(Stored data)
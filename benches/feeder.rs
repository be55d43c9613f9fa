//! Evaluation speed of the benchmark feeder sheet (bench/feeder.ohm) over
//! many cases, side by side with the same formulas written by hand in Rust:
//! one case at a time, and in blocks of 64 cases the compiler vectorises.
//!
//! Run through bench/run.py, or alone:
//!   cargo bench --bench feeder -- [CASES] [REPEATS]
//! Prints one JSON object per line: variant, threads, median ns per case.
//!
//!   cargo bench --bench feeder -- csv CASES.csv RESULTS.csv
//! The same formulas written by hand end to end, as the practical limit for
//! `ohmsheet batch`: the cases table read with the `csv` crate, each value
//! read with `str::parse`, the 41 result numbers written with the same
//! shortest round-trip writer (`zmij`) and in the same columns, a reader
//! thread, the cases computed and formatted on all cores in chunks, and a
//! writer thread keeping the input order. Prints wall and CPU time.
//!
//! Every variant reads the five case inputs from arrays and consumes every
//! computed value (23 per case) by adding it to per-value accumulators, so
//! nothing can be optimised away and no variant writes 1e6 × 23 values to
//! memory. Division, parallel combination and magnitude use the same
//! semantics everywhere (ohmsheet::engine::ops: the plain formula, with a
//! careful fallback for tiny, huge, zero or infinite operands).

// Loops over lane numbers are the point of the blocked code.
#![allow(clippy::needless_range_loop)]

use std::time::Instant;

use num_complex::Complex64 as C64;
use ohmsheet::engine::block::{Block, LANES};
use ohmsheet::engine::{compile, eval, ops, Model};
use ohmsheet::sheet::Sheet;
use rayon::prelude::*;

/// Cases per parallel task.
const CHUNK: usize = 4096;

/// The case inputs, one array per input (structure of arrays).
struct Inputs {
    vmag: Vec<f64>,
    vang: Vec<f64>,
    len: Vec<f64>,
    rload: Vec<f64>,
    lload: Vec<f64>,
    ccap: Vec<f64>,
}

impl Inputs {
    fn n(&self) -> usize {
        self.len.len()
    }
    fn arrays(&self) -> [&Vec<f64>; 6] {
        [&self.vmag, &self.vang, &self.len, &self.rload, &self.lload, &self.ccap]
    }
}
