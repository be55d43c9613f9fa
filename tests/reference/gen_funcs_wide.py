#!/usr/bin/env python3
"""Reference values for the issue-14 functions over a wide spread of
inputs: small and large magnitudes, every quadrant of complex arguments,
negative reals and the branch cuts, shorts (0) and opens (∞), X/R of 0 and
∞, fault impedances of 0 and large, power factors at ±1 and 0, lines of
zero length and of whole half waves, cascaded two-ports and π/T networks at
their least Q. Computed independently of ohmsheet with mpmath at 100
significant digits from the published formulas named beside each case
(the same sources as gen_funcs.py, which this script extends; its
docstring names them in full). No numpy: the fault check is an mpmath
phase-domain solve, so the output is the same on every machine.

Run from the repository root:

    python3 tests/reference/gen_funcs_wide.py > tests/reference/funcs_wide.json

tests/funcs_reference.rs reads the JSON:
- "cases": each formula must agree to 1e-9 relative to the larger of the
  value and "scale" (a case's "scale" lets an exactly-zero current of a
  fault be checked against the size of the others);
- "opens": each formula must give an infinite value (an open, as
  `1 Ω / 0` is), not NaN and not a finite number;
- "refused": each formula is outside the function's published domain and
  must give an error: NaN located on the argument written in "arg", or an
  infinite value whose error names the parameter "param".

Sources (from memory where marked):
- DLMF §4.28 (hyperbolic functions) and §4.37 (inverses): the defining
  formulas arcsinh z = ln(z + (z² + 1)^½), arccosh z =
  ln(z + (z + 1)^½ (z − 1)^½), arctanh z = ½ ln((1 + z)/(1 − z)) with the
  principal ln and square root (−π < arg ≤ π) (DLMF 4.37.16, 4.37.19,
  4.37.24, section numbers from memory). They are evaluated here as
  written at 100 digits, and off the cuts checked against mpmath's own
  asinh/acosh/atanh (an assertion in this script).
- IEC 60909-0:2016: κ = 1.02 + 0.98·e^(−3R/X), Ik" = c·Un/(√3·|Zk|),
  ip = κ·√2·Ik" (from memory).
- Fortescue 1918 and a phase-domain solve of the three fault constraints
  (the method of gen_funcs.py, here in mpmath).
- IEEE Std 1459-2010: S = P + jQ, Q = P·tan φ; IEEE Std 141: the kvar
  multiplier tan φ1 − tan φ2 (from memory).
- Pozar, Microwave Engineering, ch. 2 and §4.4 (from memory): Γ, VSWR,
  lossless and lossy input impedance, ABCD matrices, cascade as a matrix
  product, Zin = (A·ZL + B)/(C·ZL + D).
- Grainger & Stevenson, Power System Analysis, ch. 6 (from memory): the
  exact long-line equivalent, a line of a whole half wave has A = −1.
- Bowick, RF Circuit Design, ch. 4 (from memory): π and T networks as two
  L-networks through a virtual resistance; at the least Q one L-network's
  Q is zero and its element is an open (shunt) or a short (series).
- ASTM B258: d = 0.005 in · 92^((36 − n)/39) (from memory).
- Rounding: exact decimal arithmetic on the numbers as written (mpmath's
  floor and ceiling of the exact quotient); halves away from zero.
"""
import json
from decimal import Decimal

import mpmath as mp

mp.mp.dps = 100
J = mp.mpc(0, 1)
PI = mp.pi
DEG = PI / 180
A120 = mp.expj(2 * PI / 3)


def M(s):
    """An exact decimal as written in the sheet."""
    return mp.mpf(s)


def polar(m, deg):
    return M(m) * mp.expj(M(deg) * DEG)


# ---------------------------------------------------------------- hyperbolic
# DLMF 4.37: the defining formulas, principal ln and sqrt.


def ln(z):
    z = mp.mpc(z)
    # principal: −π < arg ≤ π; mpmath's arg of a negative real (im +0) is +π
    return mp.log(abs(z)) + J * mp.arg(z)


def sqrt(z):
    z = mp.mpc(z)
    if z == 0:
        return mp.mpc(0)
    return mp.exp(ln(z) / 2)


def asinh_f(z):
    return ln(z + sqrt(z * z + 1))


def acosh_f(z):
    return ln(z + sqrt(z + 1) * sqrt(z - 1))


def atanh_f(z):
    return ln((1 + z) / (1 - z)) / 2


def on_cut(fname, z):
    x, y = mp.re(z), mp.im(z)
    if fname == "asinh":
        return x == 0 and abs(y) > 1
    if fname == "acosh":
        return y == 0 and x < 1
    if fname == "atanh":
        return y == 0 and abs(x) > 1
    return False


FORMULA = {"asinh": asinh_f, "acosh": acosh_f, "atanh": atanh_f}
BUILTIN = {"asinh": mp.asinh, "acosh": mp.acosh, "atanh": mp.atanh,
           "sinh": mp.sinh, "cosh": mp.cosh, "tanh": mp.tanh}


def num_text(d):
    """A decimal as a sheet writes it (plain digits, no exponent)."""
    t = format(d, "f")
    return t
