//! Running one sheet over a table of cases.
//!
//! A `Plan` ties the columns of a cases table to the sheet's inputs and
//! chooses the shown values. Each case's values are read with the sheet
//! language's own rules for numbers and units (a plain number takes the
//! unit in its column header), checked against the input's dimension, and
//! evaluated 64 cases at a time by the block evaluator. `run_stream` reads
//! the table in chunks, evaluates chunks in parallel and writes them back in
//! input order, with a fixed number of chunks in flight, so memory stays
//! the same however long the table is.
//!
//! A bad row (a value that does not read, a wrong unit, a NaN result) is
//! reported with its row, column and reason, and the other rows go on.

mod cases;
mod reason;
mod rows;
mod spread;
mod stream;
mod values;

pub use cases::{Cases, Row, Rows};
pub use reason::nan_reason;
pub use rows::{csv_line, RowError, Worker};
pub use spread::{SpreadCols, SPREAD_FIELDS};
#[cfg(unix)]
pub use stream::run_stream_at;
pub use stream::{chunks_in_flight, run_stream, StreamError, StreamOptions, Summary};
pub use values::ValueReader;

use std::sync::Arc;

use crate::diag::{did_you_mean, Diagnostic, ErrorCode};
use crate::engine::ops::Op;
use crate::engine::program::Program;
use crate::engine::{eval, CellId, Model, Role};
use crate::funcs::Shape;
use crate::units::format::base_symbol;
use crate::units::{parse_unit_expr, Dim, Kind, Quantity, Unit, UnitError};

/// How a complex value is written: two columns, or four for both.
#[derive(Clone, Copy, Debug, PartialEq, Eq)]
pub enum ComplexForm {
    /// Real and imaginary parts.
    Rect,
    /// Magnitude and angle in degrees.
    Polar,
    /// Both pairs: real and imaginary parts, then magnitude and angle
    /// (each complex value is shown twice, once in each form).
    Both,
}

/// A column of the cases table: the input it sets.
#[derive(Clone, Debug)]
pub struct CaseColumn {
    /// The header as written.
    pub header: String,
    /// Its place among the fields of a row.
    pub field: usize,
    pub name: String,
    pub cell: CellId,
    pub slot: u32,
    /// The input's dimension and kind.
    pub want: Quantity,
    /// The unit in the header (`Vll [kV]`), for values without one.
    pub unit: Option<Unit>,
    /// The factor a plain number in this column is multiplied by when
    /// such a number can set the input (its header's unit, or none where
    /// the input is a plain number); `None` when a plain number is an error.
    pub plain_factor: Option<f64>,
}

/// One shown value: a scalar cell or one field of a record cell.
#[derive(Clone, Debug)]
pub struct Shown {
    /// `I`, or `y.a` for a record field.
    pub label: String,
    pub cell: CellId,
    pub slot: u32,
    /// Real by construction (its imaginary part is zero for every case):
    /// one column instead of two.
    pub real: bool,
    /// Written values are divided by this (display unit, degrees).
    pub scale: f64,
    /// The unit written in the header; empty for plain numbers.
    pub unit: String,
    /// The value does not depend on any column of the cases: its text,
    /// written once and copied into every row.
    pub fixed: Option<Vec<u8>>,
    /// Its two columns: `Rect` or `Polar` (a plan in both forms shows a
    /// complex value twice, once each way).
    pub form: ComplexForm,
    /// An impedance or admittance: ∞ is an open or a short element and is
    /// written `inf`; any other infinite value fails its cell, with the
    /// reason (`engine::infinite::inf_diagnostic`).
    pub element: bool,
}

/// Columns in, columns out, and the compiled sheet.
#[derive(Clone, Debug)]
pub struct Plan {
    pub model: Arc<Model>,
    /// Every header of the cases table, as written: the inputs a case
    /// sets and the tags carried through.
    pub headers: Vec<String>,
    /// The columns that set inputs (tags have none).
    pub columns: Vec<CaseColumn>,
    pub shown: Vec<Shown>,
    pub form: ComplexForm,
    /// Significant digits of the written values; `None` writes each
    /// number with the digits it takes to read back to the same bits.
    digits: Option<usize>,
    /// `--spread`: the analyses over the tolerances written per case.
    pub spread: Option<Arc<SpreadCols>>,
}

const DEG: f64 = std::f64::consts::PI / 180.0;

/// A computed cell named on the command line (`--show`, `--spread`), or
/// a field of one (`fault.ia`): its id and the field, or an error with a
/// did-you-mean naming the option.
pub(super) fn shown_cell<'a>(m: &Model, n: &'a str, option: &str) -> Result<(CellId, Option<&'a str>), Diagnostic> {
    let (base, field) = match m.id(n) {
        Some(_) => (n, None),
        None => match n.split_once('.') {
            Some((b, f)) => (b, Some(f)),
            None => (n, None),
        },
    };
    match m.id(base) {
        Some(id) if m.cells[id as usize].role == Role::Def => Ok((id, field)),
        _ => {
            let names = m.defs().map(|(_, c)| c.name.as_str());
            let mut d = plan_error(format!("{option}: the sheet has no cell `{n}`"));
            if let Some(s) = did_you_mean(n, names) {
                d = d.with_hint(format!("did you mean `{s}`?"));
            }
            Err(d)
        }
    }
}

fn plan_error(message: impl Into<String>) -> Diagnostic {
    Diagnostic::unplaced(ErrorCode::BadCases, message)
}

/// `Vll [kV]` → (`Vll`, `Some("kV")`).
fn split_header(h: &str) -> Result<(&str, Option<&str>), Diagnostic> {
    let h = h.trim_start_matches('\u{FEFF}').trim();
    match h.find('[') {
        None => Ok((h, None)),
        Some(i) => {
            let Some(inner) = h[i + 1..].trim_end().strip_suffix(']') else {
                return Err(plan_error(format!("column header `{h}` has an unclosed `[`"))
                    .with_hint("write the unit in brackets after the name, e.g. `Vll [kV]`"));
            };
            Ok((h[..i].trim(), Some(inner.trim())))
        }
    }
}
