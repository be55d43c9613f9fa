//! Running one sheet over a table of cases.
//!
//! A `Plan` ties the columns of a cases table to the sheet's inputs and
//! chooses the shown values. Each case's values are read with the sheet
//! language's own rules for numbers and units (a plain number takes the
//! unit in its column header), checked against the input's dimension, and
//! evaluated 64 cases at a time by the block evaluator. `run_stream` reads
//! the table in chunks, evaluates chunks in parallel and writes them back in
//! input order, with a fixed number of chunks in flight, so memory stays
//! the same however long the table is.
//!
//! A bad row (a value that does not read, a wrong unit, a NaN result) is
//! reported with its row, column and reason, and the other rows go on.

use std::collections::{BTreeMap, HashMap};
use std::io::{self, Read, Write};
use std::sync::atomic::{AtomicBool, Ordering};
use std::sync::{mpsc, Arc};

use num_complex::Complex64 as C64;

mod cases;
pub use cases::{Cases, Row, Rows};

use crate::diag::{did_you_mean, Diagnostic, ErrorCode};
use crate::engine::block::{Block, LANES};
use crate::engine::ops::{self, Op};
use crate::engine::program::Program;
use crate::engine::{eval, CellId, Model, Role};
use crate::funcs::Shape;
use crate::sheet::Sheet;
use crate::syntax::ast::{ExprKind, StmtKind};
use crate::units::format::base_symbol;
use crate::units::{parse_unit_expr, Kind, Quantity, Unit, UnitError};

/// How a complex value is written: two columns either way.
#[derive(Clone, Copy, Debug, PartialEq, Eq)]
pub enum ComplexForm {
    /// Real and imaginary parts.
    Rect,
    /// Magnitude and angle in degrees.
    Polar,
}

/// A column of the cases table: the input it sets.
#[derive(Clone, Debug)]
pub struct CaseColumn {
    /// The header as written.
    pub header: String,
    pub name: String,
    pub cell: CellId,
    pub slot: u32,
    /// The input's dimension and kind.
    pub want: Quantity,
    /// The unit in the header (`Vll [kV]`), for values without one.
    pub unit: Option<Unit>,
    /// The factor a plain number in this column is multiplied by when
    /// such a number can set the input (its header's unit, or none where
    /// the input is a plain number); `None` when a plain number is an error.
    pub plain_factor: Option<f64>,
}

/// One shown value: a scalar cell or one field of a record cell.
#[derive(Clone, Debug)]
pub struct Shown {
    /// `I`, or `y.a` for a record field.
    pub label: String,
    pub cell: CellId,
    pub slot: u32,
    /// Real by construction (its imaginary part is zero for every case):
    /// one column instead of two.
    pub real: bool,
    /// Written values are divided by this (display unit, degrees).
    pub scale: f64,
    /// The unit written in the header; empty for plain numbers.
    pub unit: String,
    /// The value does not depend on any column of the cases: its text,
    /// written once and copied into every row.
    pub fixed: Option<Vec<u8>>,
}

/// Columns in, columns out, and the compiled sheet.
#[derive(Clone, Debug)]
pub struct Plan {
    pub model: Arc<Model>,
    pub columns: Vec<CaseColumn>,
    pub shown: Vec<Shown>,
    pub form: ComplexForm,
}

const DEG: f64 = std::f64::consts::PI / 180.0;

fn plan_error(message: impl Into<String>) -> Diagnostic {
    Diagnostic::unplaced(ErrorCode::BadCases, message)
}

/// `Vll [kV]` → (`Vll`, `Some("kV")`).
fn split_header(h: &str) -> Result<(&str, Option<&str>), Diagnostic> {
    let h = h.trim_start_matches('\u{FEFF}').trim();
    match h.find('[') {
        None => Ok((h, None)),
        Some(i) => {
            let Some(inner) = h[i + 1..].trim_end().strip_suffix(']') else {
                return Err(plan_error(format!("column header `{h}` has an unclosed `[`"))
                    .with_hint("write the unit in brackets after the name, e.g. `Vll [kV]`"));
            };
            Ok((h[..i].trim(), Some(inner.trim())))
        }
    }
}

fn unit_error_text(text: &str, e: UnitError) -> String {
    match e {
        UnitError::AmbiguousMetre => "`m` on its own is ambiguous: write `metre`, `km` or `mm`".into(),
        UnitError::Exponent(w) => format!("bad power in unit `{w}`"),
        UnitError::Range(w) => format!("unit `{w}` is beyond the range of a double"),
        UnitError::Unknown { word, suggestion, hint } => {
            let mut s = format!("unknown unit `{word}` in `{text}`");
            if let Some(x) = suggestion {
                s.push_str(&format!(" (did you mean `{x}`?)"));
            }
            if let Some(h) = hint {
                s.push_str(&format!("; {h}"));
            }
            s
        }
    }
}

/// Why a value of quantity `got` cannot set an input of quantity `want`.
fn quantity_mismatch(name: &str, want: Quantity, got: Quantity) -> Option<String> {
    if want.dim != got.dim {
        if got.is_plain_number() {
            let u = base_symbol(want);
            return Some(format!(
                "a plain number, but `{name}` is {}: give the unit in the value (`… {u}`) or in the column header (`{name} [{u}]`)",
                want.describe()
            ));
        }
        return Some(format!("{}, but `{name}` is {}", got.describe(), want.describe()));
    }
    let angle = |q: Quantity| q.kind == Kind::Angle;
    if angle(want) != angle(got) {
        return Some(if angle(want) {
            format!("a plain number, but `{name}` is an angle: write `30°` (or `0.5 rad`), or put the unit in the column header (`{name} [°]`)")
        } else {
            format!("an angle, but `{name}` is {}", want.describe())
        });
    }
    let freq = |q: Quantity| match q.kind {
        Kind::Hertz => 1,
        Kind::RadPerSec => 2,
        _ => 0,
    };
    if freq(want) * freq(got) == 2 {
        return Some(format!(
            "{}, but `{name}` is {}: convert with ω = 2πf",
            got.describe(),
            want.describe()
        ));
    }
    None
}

What is needed — In your answer, include only the lines above starting at the line that holds "word, suggestion, hint" and ending at the line that holds "if want.dim != got.dim", copied exactly.

Your response —
        UnitError::Unknown { word, suggestion, hint } => {
            let mut s = format!("unknown unit `{word}` in `{text}`");
            if let Some(x) = suggestion {
                s.push_str(&format!(" (did you mean `{x}`?)"));
            }
            if let Some(h) = hint {
                s.push_str(&format!("; {h}"));
            }
            s
        }
    }
}

/// Why a value of quantity `got` cannot set an input of quantity `want`.
fn quantity_mismatch(name: &str, want: Quantity, got: Quantity) -> Option<String> {
    if want.dim != got.dim {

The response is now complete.